Unrecognised actionability for breast cancer risk variants identified in a national-level review of Australian familial cancer centres

Author:

Spurdle Amanda1ORCID,Fortuno Cristina,Cops Elisa,Davidson Aimee1ORCID,Hadler Johanna,Innella Giovanni2ORCID,McKenzie Maddison,Parsons Michael1ORCID,Campbell Ainsley,Dubowsky Andrew,Fargas Verna,Field Michael3ORCID,Fan Helen Mar,Dowson Cassandra4,Poplawski NicolaORCID,Warwick Linda,Williams Rachel,Beshay Victoria,Edwards Caitlin,Johns Andrea,McPhillips Mary,Kumar Vanessa,Scott Rodney5,Williams Mark,SCOTT Hamish6ORCID,James Paul7ORCID,Spurdle Amanda8

Affiliation:

1. QIMR Berghofer Medical Research Institute

2. Università di Bologna

3. GOLD (Genetics of Learning Disability) service

4. Genetic Services of Western Australia

5. University of Newcastle and the Hunter Medical Research Institute

6. hamish.scott@sa.gov.au

7. Peter MacCallum Cancer Centre

8. Faculty of Medicine

Abstract

Abstract

Breast cancer remains a significant global health challenge. In Australia, the adoption of publicly-funded multigene panel testing for eligible cancer patients has increased accessibility to personalised care, yet has also highlighted the increasing prevalence of variants of uncertain significance (VUS), complicating clinical decision-making.
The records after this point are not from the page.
import { useCallback } from 'react';
import { useSuspenseQuery } from '@tanstack/react-query';
import { ClockAlert, Download, Radar } from 'lucide-react';
import { Link, useNavigate, useParams, useSearchParams, type LoaderFunctionArgs } from 'react-router-dom';
import { exportSites, type Run, type RunScenario } from '#contract/runs.ts';
import type { Stale } from '#contract/track-age.ts';
import { addressOf } from '../api/call.ts';
import { MapTab } from '../features/results/components/map-tab.tsx';
import { Overview } from '../features/results/components/overview.tsx';
import { CANCELLERS, ProgressPanel } from '../features/results/components/progress-panel.tsx';
import { PurposeChip, RunStateChip } from '../features/results/components/run-chips.tsx';
import { RunSlipTab } from '../features/results/components/run-slip.tsx';
import { SitesTab } from '../features/results/components/sites-tab.tsx';
import { runQuery } from '../features/results/result-queries.ts';
import { isUnderWay, useRunProgress } from '../features/results/run-progress.ts';
import { holdsOneOf, useSession } from '../features/session/session-queries.ts';
import { day } from '../lib/dates.ts';
import { exactMoney } from '../lib/money.ts';
import { count } from '../lib/numbers.ts';
import { paths, type RunTab } from '../paths.ts';
import { queryClient } from '../query-client.ts';
import { Card } from '../ui/card.tsx';
import { Chip } from '../ui/chip.tsx';
import { Page } from '../ui/page.tsx';
import { StaleChip } from '../ui/stale-chip.tsx';
import { Tabs } from '../ui/tabs.tsx';

export { RouteError as ErrorBoundary } from './route-error.tsx';

export const loader = async ({ params }: LoaderFunctionArgs) => {
  await queryClient.ensureQueryData(runQuery(params.runId!));
  return null;
};

const TABS: readonly RunTab[] = ['overview', 'sites', 'map', 'slip'];
const isTab = (text: string | null): text is RunTab => TABS.some((tab) => tab === text);

/** The track asked for, else the first that can be read. */
const chosenScenario = (run: Run, id: string | null): RunScenario | undefined =>
  run.scenarios.find((scenario) => scenario.id === id) ??
  run.scenarios.find(({ result }) => result !== null) ??
  run.scenarios[0];

const tracksText = (run: Run): string =>
  run.scenarioNames.length <= 2 ? run.scenarioNames.join(' and ') : `${run.scenarioNames.length} tracks`;

export function Component() {
  const { runId } = useParams();
  const { data: run } = useSuspenseQuery(runQuery(runId!));
  const provisional = run.notices.filter(({ code }) => code === 'provisional').map(({ text }) => text);
  const conditioned = run.notices.filter(({ code }) => code === 'conditioned-on-observation').map(({ text }) => text);
  const liveness = useRunProgress(run.id, run.state);
  const [search, setSearch] = useSearchParams();
  const navigate = useNavigate();
  const canCancel = holdsOneOf(useSession(), CANCELLERS);
  const tab = isTab(search.get('tab')) ? (search.get('tab') as RunTab) : 'overview';
  const scenario = chosenScenario(run, search.get('scenario'));
  const hasResult = scenario !== undefined && scenario.result !== null;
  const siteParam = Number(search.get('site'));
  const chosenSiteNo = search.has('site') && Number.isInteger(siteParam) && siteParam > 0 ? siteParam : null;
  const onChooseSite = useCallback(
    (siteNo: number | null) =>
      setSearch(
        (before) => {
          const after = new URLSearchParams(before);
          if (siteNo === null) after.delete('site');
          else after.set('site', String(siteNo));
          return after;
        },
        { replace: true, preventScrollReset: true },
      ),
    [setSearch],
  );
  const to = (next: RunTab) =>
    paths.run(run.id, { tab: next === 'overview' ? undefined : next, scenario: search.get('scenario') ?? undefined });
  const unfinished = run.scenariosDone < run.scenariosTotal;
  const fills = hasResult && (tab === 'sites' || tab === 'map');

  return (
    <Page
      title={`${run.portfolioName}, ${tracksText(run)}`}
      crumbs={[{ label: 'Runs', to: paths.runs() }, { label: run.number }]}
      fixed={fills}
      sub={<Provenance run={run} />}
      actions={
        hasResult && (
          <a
            className="inline-flex h-9 items-center justify-center gap-2 rounded-2 border border-edge bg-sheet px-3.5 text-14 font-bold text-ink no-underline hover:bg-hover pointer-coarse:h-11"
            href={addressOf(exportSites, { params: { runId: run.id, runScenarioId: scenario.id } })}
            download
          >
            <Download size={16} strokeWidth={1.75} aria-hidden />
            Export CSV
          </a>
        )
      }
    >
      {run.stamped && (
        <p className="mb-3 flex flex-none items-center gap-2.5 rounded-2 bg-event-tint px-3.5 py-2 text-13 text-event">
          <ClockAlert size={16} strokeWidth={1.75} className="flex-none" aria-hidden />
          <span>
            <b>Unsigned calibration, exploratory.</b> {run.calibration.code} version {run.calibration.version} is{' '}
            {run.calibration.state}; every output of this run says so.
          </span>
        </p>
      )}
      {provisional.length > 0 && (
        <p className="mb-3 flex flex-none items-center gap-2.5 rounded-2 bg-event-tint px-3.5 py-2 text-13 text-event">
          <ClockAlert size={16} strokeWidth={1.75} className="flex-none" aria-hidden />
          <span>{provisional.join(' ')}</span>
        </p>
      )}
      {conditioned.length > 0 && (
        <p className="mb-3 flex flex-none items-center gap-2.5 rounded-2 bg-info-tint px-3.5 py-2 text-13 text-info">
          <Radar size={16} strokeWidth={1.75} className="flex-none" aria-hidden />
          <span>{conditioned.join(' ')}</span>
        </p>
      )}
      <Tabs
        label="Views of this run"
        tabs={[
          { to: to('overview'), label: 'Overview', current: tab === 'overview' },
          ...(hasResult
            ? [
                {
                  to: to('sites'),
                  label: (
                    <>
                      Sites
                      <span className="ml-1.5 text-13 font-normal text-ink-2">
                        {count(scenario.result!.sitesScored)}
                      </span>
                    </>
                  ),
                  current: tab === 'sites',
                },
                { to: to('map'), label: 'Map', current: tab === 'map' },
              ]
            : []),
          { to: to('slip'), label: 'Run slip', current: tab === 'slip' },
        ]}
      />
      {tab === 'slip' ? (
        <RunSlipTab runId={run.id} />
      ) : (
        <>
          {tab === 'overview' && (unfinished || isUnderWay(run.state)) && (
            <ProgressPanel run={run} liveness={liveness} canCancel={canCancel} />
          )}
          {run.scenarios.length > 1 && tab !== 'overview' && hasResult && (
            <ScenarioLinks run={run} chosen={scenario} tab={tab} />
          )}
          {!hasResult ? (
            <NothingYet run={run} scenario={scenario} />
          ) : tab === 'sites' ? (
            <SitesTab key={scenario.id} {...{ run, scenario, chosenSiteNo, onChooseSite }} />
          ) : tab === 'map' ? (
            <MapTab key={scenario.id} {...{ run, scenario, chosenSiteNo, onChooseSite }} />
          ) : (
            <Overview
              key={scenario.id}
              run={run}
              scenario={scenario}
              onChooseSite={(siteNo) =>
                void navigate(paths.run(run.id, { tab: 'map', scenario: scenario.id, site: String(siteNo) }))
              }
            />
          )}
        </>
      )}
    </Page>
  );
}

/** Run, edition and as-at date, calibration and its signature: in the head of every result. */
function Provenance({ run }: { run: Run }) {
  const { calibration } = run;
  const partial = run.scenariosDone < run.scenariosTotal;
  const oldest = run.scenarios.reduce<Stale | null>(
    (found, { stale }) => (stale && stale.ageHours > (found?.ageHours ?? 0) ? stale : found),
    null,
  );
  return (
    <>
      <RunStateChip state={run.state} />
      <PurposeChip purpose={run.purpose} />
      {oldest && <StaleChip stale={oldest} what="Stale track" />}
      {partial && run.scenariosDone > 0 && (
        <Chip tone="caution">
          Partial: {run.scenariosDone} of {run.scenariosTotal}
        </Chip>
      )}
      <span>
        Run <b>{run.number}</b>
      </span>
      <span>
        Edition {run.editionNumber}
        {run.asAt && (
          <>
            , as at <b>{day(run.asAt)}</b>
          </>
        )}
      </span>
      <span>
        {calibration.code} v{calibration.version},{' '}
        {calibration.signedBy ? `signed by ${calibration.signedBy}` : calibration.state}
      </span>
      <span>
        {run.chargedMinor === null
          ? `reserved ${exactMoney(run.quotedMinor, run.priceCurrency)}`
          : `charged ${exactMoney(run.chargedMinor, run.priceCurrency)}`}
      </span>
    </>
  );
}

function ScenarioLinks({ run, chosen, tab }: { run: Run; chosen: RunScenario; tab: RunTab }) {
  return (
    <nav aria-label="Tracks of this run" className="mb-3 flex flex-none flex-wrap gap-2">
      {run.scenarios
        .filter(({ result }) => result !== null)
        .map((scenario) => (
          <Link
            key={scenario.id}
            to={paths.run(run.id, { tab, scenario: scenario.id })}
            aria-current={scenario.id === chosen.id ? 'true' : undefined}
            className={`rounded-2 border px-3 py-1 text-13 no-underline ${
              scenario.id === chosen.id
                ? 'border-ink bg-ink font-bold text-(--page)'
                : 'border-edge bg-sheet text-ink hover:bg-hover'
            }`}
          >
            {scenario.name}
          </Link>
        ))}
    </nav>
  );
}

function NothingYet({ run, scenario }: { run: Run; scenario: RunScenario | undefined }) {
  const text = isUnderWay(run.state)
    ? 'Results stand here as soon as the first track is stored.'
    : run.state === 'cancelled'
      ? 'This run was cancelled before any track finished. Nothing was charged for it.'
      : `This track has no result. ${scenario?.error ?? 'It failed on our side and is free.'}`;
  return (
    <Card>
      <p className="py-4 text-ink-2">{text}</p>
    </Card>
  );
}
This project aimed to explore the spectrum and actionability of breast cancer VUS in Australian familial cancer centers (FCCs). Leveraging data from 11 FCCs participating in the Inherited Cancer Connect database, we retrieved VUS results from 1472 patients. Through ClinVar crosschecks and application of gene-specific ACMG/AMP guidelines, we showed the potential for reclassification of 4% of unique VUS as pathogenic or likely pathogenic, and 79% as benign or likely benign. Surveys conducted with FCCs and diagnostic laboratories described current practices and challenges in variant reclassifications, highlighting resource constraints preventing periodic VUS review and notifications from the laboratories to the FCCs. Our study suggests there are benefits to routine VUS review and reclassification, particularly in publicly-funded healthcare systems. Future research should focus on assessing the clinical impact and cost-effectiveness of implementing routine variant review practices, alongside efforts to enhance communication between FCCs and laboratories.

Publisher

Research Square Platform LLC

Reference33 articles.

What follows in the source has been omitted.